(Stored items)
■ ■ ■ ■ ■

import "server-only";
import { and, eq, inArray, or } from "drizzle-orm";
import { hourReadings } from "@/db/schema/boats";
import { diagnosisEvents, type diagnoses } from "@/db/schema/diagnoses";
import type { DiagnosisEvent, EventOf, EventReceipt } from "@/lib/core/contract/event";
import { Problem } from "@/lib/core/contract/problem";
import type { FaultTree } from "@/lib/core/tree/schema";
import type { FleetScope } from "@/lib/server/auth/scope";
import { canonical } from "@/lib/server/trees/content-hash";
import { pinnedVersion } from "@/lib/server/trees/pinned-version";
import { refusalOf } from "./check-event";
import { eventOf } from "./stored-events";

/** Many times what the longest search needs; each event is folded again at every reading. */
const MOST_EVENTS = 1000;

type DiagnosisRow = typeof diagnoses.$inferSelect;

/**
 * Writes a receipt for each event and gives back those to store.
 *
 * @param events of this diagnosis, by device and sequence
 * @throws Problem 409 when nothing begins the diagnosis: that rolls back one made a moment ago for a beginning that could not be kept
 */
export async function sortOut(
  scope: FleetScope,
  diagnosis: DiagnosisRow,
  events: readonly DiagnosisEvent[],
  tree: FaultTree,
  receipts: Map<string, EventReceipt>,
): Promise<DiagnosisEvent[]> {
  if (events.length === 0) return [];
  const ids = events.map((event) => event.id);
  const rows = await scope.tx
    .select()
    .from(diagnosisEvents)
    .where(
      and(eq(diagnosisEvents.fleetId, scope.fleetId), or(eq(diagnosisEvents.diagnosisId, diagnosis.id), inArray(diagnosisEvents.id, ids))),
    );
  const here = rows.filter((row) => row.diagnosisId === diagnosis.id);
  const known = new Map(rows.map((row) => [row.id, eventOf(row)]));
  const places = new Set(rows.map(placeOf));
  const readings = await readingsUnder(scope, ids);
  let begunBy = here.find((row) => row.kind === "begun")?.id;
  const fresh: DiagnosisEvent[] = [];

  const refusal = (event: DiagnosisEvent): string | null => {
    if (places.has(placeOf(event))) return "Another event has this place in the device's sequence already.";
    if (event.kind === "begun" && begunBy) return "This diagnosis has begun already.";
    if (event.kind === "begun" && !begins(event, diagnosis)) return "This diagnosis has begun on another engine or tree.";
    // An outcome's hours are a reading under the outcome's id.
    if (event.kind === "ended" && readings.has(event.id)) return "A reading of the hour meter has this id already.";
    if (here.length + fresh.length >= MOST_EVENTS) return "This diagnosis holds as much as one can. Begin another.";
    return refusalOf(event, tree);
  };

  for (const event of events) {
    const before = known.get(event.id);
    const because = before ? (sameEvent(before, event) ? null : "Another event has this id already.") : refusal(event);
    if (because) receipts.set(event.id, { id: event.id, result: "rejected", because });
    else if (before) receipts.set(event.id, receipts.get(event.id) ?? { id: event.id, result: "duplicate" });
    else {
      receipts.set(event.id, { id: event.id, result: "stored" });
      known.set(event.id, event);
      places.add(placeOf(event));
      if (event.kind === "begun") begunBy = event.id;
      fresh.push(event);
    }
  }
  if (!begunBy) throw Problem.conflict("The event that begins this diagnosis was refused: its id or its place in the sequence is taken.");
  return fresh;
}

/** Which of these ids are readings of the meter that no event made. */
async function readingsUnder(scope: FleetScope, ids: readonly string[]): Promise<Set<string>> {
  const rows = await scope.tx
    .select({ id: hourReadings.id })
    .from(hourReadings)
    .where(and(eq(hourReadings.fleetId, scope.fleetId), inArray(hourReadings.id, [...ids])));
  return new Set(rows.map((row) => row.id));
}

const begins = ({ payload }: EventOf<"begun">, diagnosis: DiagnosisRow): boolean =>
  payload.engineId === diagnosis.engineId && payload.treeVersionId === pinnedVersion(diagnosis).id;

const placeOf = (event: { diagnosisId: string; device: string; sequence: number }) =>
  `${event.diagnosisId} ${event.device} ${event.sequence}`;

/** The same event, whatever zone its moment is written in. */
const sameEvent = (a: DiagnosisEvent, b: DiagnosisEvent) => canonical(comparable(a)) === canonical(comparable(b));
const comparable = (event: DiagnosisEvent) => ({ ...event, madeAt: Date.parse(event.madeAt) });
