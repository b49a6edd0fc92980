import { sql } from "drizzle-orm";
import { integer, pgPolicy, timestamp, uuid } from "drizzle-orm/pg-core";

/** The fleet of this transaction. A setting made for one transaction reads '' after it, not null: hence nullif. `select` lets it be worked out once a statement. */
const fleetOfTransaction = sql`(select nullif(current_setting('app.fleet_id', true), '')::uuid)`;

/** The fleet wall of a table: rows of one fleet only, to read and to write. A hand-written migration forces it on the owner too. */
export const wall = () =>
  pgPolicy("fleet_wall", { using: sql`fleet_id = ${fleetOfTransaction}`, withCheck: sql`fleet_id = ${fleetOfTransaction}` });

/** The same for the table of fleets itself. */
export const wallOfFleets = () =>
  pgPolicy("fleet_wall", { using: sql`id = ${fleetOfTransaction}`, withCheck: sql`id = ${fleetOfTransaction}` });

export const fleetId = () => uuid().notNull();
export const moment = () => timestamp({ withTimezone: true, mode: "date" });
export const createdAt = () => moment().notNull().defaultNow();
/** Counts up with each change; what If-Match is compared with. */
export const version = () => integer().notNull().default(1);
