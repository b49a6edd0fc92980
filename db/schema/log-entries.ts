import { boolean, doublePrecision, foreignKey, index, jsonb, pgTable, primaryKey, text, unique, uuid } from "drizzle-orm/pg-core";
import type { OutcomeKind, OutcomePayload } from "../../lib/core/contract/event";
import { engines } from "./boats";
import { diagnoses } from "./diagnoses";
import { people } from "./fleets";
import { createdAt, fleetId, moment, version, wall } from "./wall";

/** A line of an engine's log: the outcome of a diagnosis (a projection), or a repair written in without one. */
export const logEntries = pgTable(
  "log_entries",
  {
    fleetId: fleetId(),
    id: uuid().notNull(),
    engineId: uuid().notNull(),
    /** null for a repair logged without a diagnosis. */
    diagnosisId: uuid(),
    at: moment().notNull(),
    /** null while the diagnosis is open. */
    outcome: text().$type<OutcomeKind>(),
    symptoms: jsonb().$type<{ key: string; title: string }[]>().notNull().default([]),
    /** Key and title as the tree had them then; a cause in the person's own words has a title only. */
    causeKey: text(),
    causeTitle: text(),
    causeSystem: text(),
    remedyKey: text(),
    remedyTitle: text(),
    proof: text(),
    /** The remedy only gets one home: the cause stays open. */
    temporary: boolean().notNull().default(false),
    /** What the meter showed, where the person wrote it down; hours since new are worked out from all readings. */
    engineHours: doublePrecision(),
    minutes: doublePrecision(),
    parts: jsonb().$type<OutcomePayload["parts"]>().notNull().default([]),
    note: text(),
    by: uuid().notNull(),
    version: version(),
    createdAt: createdAt(),
    /** A repair written in by mistake: off the log and out of every count, and still readable. */
    takenBackAt: moment(),
  },
  (t) => [
    primaryKey({ columns: [t.fleetId, t.id] }),
    foreignKey({ columns: [t.fleetId, t.engineId], foreignColumns: [engines.fleetId, engines.id] }).onDelete("cascade"),
    foreignKey({ columns: [t.fleetId, t.diagnosisId], foreignColumns: [diagnoses.fleetId, diagnoses.id] }).onDelete("cascade"),
    foreignKey({ columns: [t.fleetId, t.by], foreignColumns: [people.fleetId, people.userId] }),
    unique().on(t.fleetId, t.diagnosisId),
    index().on(t.fleetId, t.engineId, t.at, t.id),
    index().on(t.fleetId, t.at, t.id),
    index().on(t.fleetId, t.engineId, t.causeKey),
    wall(),
  ],
);
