import "server-only";
import { and, eq, gt, ne, sql } from "drizzle-orm";
import { identityDatabase } from "@/db/client";
import { invitations, memberships } from "@/db/schema/memberships";
import { users } from "@/db/schema/users";
import type { Invitation, NewInvitation } from "@/lib/core/contract/people";
import { Problem } from "@/lib/core/contract/problem";
import { canonical } from "@/lib/server/trees/content-hash";
import { countAttempt, LIMITS } from "../auth/attempts";
import { newToken, tokenHash } from "../auth/one-time-token";
import type { FleetScope } from "../auth/scope";
import { invitationLetter } from "../mail/letters";
import { sendMail } from "../mail/send-mail";
import { getFleet, invitationOf } from "./queries";

const HOURS = 72;

/** Invites an address with roles, by mail. A second invitation of one address takes the place of the first. Asked twice with one id it is done once. */
export async function invite(scope: FleetScope<"people:write">, { id, email, roles }: NewInvitation): Promise<Invitation> {
  const db = identityDatabase();
  const [repeat] = await db
    .select()
    .from(invitations)
    .where(and(eq(invitations.fleetId, scope.fleetId), eq(invitations.id, id)));
  if (repeat) {
    if (repeat.email === email && canonical(repeat.roles) === canonical(roles)) return invitationOf(repeat);
    throw Problem.conflict("Another invitation has this id already.");
  }
  const [member] = await db
    .select({ userId: users.id })
    .from(memberships)
    .innerJoin(users, eq(users.id, memberships.userId))
    .where(and(eq(memberships.fleetId, scope.fleetId), eq(users.email, email)));
  if (member) throw Problem.conflict("That person is in the fleet already. Change their roles instead.");
  const until = await countAttempt(LIMITS.invitationsOfFleet, scope.fleetId);
  if (until) throw Problem.tooMany(until.toISOString());
  const fleet = await getFleet(scope);
  const token = newToken();
  const row = await db.transaction(async (tx) => {
    await tx.delete(invitations).where(and(eq(invitations.fleetId, scope.fleetId), eq(invitations.email, email), ne(invitations.id, id)));
    const [made] = await tx
      .insert(invitations)
      .values({
        fleetId: scope.fleetId,
        id,
        tokenHash: tokenHash(token),
        email,
        roles: [...roles],
        fleetName: fleet.name,
        invitedBy: scope.actor.userId,
        invitedByName: scope.actor.name,
        expiresAt: sql`now() + make_interval(hours => ${HOURS})`,
      })
      .returning();
    if (!made) throw new Error("an insert gave no row");
    return made;
  });
  try {
    await sendMail(email, invitationLetter(token, row));
  } catch (error) {
    // Kept, it would make the next try a repeat, which sends nothing.
    await db.delete(invitations).where(and(eq(invitations.fleetId, scope.fleetId), eq(invitations.id, id)));
    throw error;
  }
  return invitationOf(row);
}

export async function withdrawInvitation(scope: FleetScope<"people:write">, id: string): Promise<void> {
  const gone = await identityDatabase()
    .delete(invitations)
    .where(and(eq(invitations.fleetId, scope.fleetId), eq(invitations.id, id)))
    .returning({ id: invitations.id });
  if (gone.length === 0) throw Problem.notFound("That invitation has been accepted, withdrawn or has run out.");
}

/** Uses an invitation up, if it still holds. */
export const liveInvitation = (token: string) => and(eq(invitations.tokenHash, tokenHash(token)), gt(invitations.expiresAt, sql`now()`));
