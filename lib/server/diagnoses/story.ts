import "server-only";
import { setImmediate } from "node:timers/promises";
import { and, eq } from "drizzle-orm";
import { diagnoses } from "@/db/schema/diagnoses";
import type { Story, StoryStep } from "@/lib/core/contract/diagnosis";
import type { DiagnosisEvent, StoredEvent } from "@/lib/core/contract/event";
import { Problem } from "@/lib/core/contract/problem";
import { fold } from "@/lib/core/diagnosis/fold";
import { keepModels } from "@/lib/core/diagnosis/keep-models";
import { view } from "@/lib/core/diagnosis/show";
import type { DiagnosisView } from "@/lib/core/diagnosis/view";
import type { FaultTree } from "@/lib/core/tree/schema";
import type { FleetScope } from "@/lib/server/auth/scope";
import { pinnedVersion } from "@/lib/server/trees/pinned-version";
import { getTreeVersion } from "@/lib/server/trees/queries";
import { getDiagnosis } from "./queries";
import { plainEvents, readEvents } from "./stored-events";

const CAUSES_TOLD = 5;

/** A diagnosis for someone who was not there: step by step what was said, why it was asked, and what was believed then. Worked out anew from the log and the pinned tree. */
export async function readStory(scope: FleetScope, id: string): Promise<Story> {
  const [row] = await scope.tx
    .select()
    .from(diagnoses)
    .where(and(eq(diagnoses.fleetId, scope.fleetId), eq(diagnoses.id, id)));
  if (!row) throw Problem.notFound();
  const version = await getTreeVersion(scope, pinnedVersion(row).id);
  const stored = await readEvents(scope, id);
  return {
    diagnosis: await getDiagnosis(scope, id),
    complaint: stored.flatMap((event) => (event.kind === "begun" ? [event.payload.complaint ?? null] : []))[0] ?? null,
    steps: await stepsOf(version.document, stored),
    treeNumber: version.number,
  };
}

/** Each event in the order in which it could be known, with the view just before and just after it. */
async function stepsOf(tree: FaultTree, stored: readonly StoredEvent[]): Promise<StoryStep[]> {
  const models = keepModels();
  const names = new Map(stored.map((event) => [event.id, event.byName]));
  const events = fold(plainEvents(stored)).order.events;
  let before: DiagnosisView | null = null;
  const steps: StoryStep[] = [];
  for (const [index, event] of events.entries()) {
    // Each view takes some milliseconds: others are served in between.
    await setImmediate();
    const after = view(tree, events.slice(0, index + 1), models);
    steps.push(...stepOf(event, before, after, names.get(event.id) ?? ""));
    before = after;
  }
  return steps;
}

function stepOf(event: DiagnosisEvent, before: DiagnosisView | null, after: DiagnosisView, by: string): StoryStep[] {
  const line = after.said.find((said) => said.event === event.id) ?? changeOf(event, before, after);
  if (!line) return [];
  const { causes, others, unknown } = after.possible;
  const told = causes.slice(0, CAUSES_TOLD);
  const folded = causes.slice(CAUSES_TOLD).reduce((sum, cause) => sum + cause.of100, 0);
  return [
    {
      event: event.id,
      kind: event.kind,
      key: line.key,
      title: line.title,
      says: line.says,
      at: event.madeAt,
      by,
      note: line.note,
      photos: [...line.photos],
      askedWhy: whyAsked(event, before),
      changes: changedBy(event, before),
      believed: told.map(({ key, title, of100 }) => ({ key, title, of100 })),
      others: others.of100 + folded,
      unknown: unknown.of100,
    },
  ];
}

type Line = Pick<StoryStep, "key" | "title" | "says" | "note"> & { photos: readonly string[] };

/** What is not said but done to something said: taking it back, or picking one of two answers. */
function changeOf(event: DiagnosisEvent, before: DiagnosisView | null, after: DiagnosisView): Line | null {
  if (event.kind !== "taken-back" && event.kind !== "picked") return null;
  const meant = [...(before?.said ?? []), ...after.said].find((said) => said.event === event.payload.event);
  const says = meant ? (meant.says ? `${meant.title}: ${meant.says}` : meant.title) : "";
  return {
    key: meant?.key ?? null,
    title: event.kind === "picked" ? "Picked one of two answers" : "Taken back",
    says,
    note: null,
    photos: [],
  };
}

/** An answer given in the place of another. */
function changedBy(event: DiagnosisEvent, before: DiagnosisView | null): StoryStep["changes"] {
  const earlier = before?.said.find((said) => said.event === event.supersedes);
  return earlier ? { event: earlier.event, was: earlier.says } : null;
}

function whyAsked(event: DiagnosisEvent, before: DiagnosisView | null): string | null {
  if (event.kind === "rule-answered") return before?.rulesToAsk.find((rule) => rule.key === event.payload.rule)?.because ?? null;
  const key = event.kind === "answered" ? event.payload.check : event.kind === "remedy-tried" ? event.payload.remedy : null;
  return key !== null && before?.step?.key === key ? before.step.why : null;
}
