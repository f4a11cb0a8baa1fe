"""Pins: when a source is read again and when its digest is believed."""

import os
import time

import pytest

from skykiln.engine import pins as pins_module
from skykiln.engine.digests import digest_chunks, digest_file
from skykiln.engine.pins import Pins

OLD = 10_000_000_000  # nanoseconds: older than any clock's grain


@pytest.fixture
def source(tmp_path):
    path = tmp_path / "sky.exr"
    path.write_bytes(b"light")
    _age(path, OLD)
    return path


@pytest.fixture
def read(monkeypatch):
    """Names of the files whose bytes were read."""
    names = []
    monkeypatch.setattr(pins_module, "digest_file", lambda path: names.append(path.name) or digest_file(path))
    return names


def _age(path, nanoseconds):
    then = time.time_ns() - nanoseconds
    os.utime(path, ns=(then, then))


def test_pin_is_the_digest_of_the_bytes(tmp_path, source):
    assert Pins(tmp_path / "pins.json").pin(source) == digest_chunks([b"light"])


def test_unchanged_file_is_read_once_even_across_bakes(tmp_path, source, read):
    first = Pins(tmp_path / "pins.json")
    first.pin(source)
    first.pin(source)
    first.save()
    Pins(tmp_path / "pins.json").pin(source)
    assert read == ["sky.exr"]


def test_young_file_is_not_trusted(tmp_path, source, read):
    _age(source, 0)
    pins = Pins(tmp_path / "pins.json")
    pins.pin(source)
    pins.pin(source)
    assert read == ["sky.exr"] * 2
    pins.save()
    assert not (tmp_path / "pins.json").exists()


def test_file_from_the_future_is_not_trusted(tmp_path, source, read):
    _age(source, -3600 * 10**9)
    pins = Pins(tmp_path / "pins.json")
    pins.pin(source)
    pins.pin(source)
    assert len(read) == 2


@pytest.mark.parametrize("change", ["size", "time", "inode"])
def test_file_of_other_size_time_or_inode_is_read_again(tmp_path, source, change):
    pins = Pins(tmp_path / "pins.json")
    pins.pin(source)
    times = source.stat().st_mtime_ns
    if change == "inode":
        (tmp_path / "other").write_bytes(b"night")
        (tmp_path / "other").replace(source)
    else:
        source.write_bytes(b"night" if change == "time" else b"lights")
    os.utime(source, ns=(times, times + (change == "time")))
    assert pins.pin(source) == digest_file(source)


@pytest.mark.parametrize("text", ["", "[", "[1]", "null"])
def test_spoiled_cache_is_started_anew(tmp_path, source, text):
    (tmp_path / "pins.json").write_text(text)
    assert Pins(tmp_path / "pins.json").pin(source) == digest_file(source)


def test_a_file_larger_than_any_picture_is_not_read(tmp_path, source, read):
    pins = Pins(tmp_path / "pins.json")
    with source.open("r+b") as file:
        file.truncate(1 << 40)
    _age(source, OLD)
    told = "unreadable: 1099511627776 bytes, more than the limit of 1000"
    assert pins.pin(source, largest=1000) == told
    assert read == []
    source.write_bytes(bytes(1000))
    assert pins.pin(source, largest=1000) == digest_chunks([bytes(1000)])


def test_what_can_t_be_read_gets_a_pin_that_tells_why(tmp_path):
    pins = Pins(tmp_path / "pins.json")
    assert pins.pin(tmp_path / "gone.exr") == "unreadable: No such file or directory"
    assert pins.pin(tmp_path) == "unreadable: not a file"
    os.mkfifo(tmp_path / "pipe.exr")
    assert pins.pin(tmp_path / "pipe.exr") == "unreadable: not a file"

■ ■ ■ ■ ■

> What is needed: Scan the entries above for the line containing "email), ne(invitations.id, id)));", and copy it and all lines after it exactly, down to and including the line containing "still holds. */".

> Answer area:
    await tx.delete(invitations).where(and(eq(invitations.fleetId, scope.fleetId), eq(invitations.email, email), ne(invitations.id, id)));
    const [made] = await tx
      .insert(invitations)
      .values({
        fleetId: scope.fleetId,
        id,
        tokenHash: tokenHash(token),
        email,
        roles: [...roles],
        fleetName: fleet.name,
        invitedBy: scope.actor.userId,
        invitedByName: scope.actor.name,
        expiresAt: sql`now() + make_interval(hours => ${HOURS})`,
      })
      .returning();
    if (!made) throw new Error("an insert gave no row");
    return made;
  });
  try {
    await sendMail(email, invitationLetter(token, row));
  } catch (error) {
    // Kept, it would make the next try a repeat, which sends nothing.
    await db.delete(invitations).where(and(eq(invitations.fleetId, scope.fleetId), eq(invitations.id, id)));
    throw error;
  }
  return invitationOf(row);
}

export async function withdrawInvitation(scope: FleetScope<"people:write">, id: string): Promise<void> {
  const gone = await identityDatabase()
    .delete(invitations)
    .where(and(eq(invitations.fleetId, scope.fleetId), eq(invitations.id, id)))
    .returning({ id: invitations.id });
  if (gone.length === 0) throw Problem.notFound("That invitation has been accepted, withdrawn or has run out.");
}

/** Uses an invitation up, if it still holds. */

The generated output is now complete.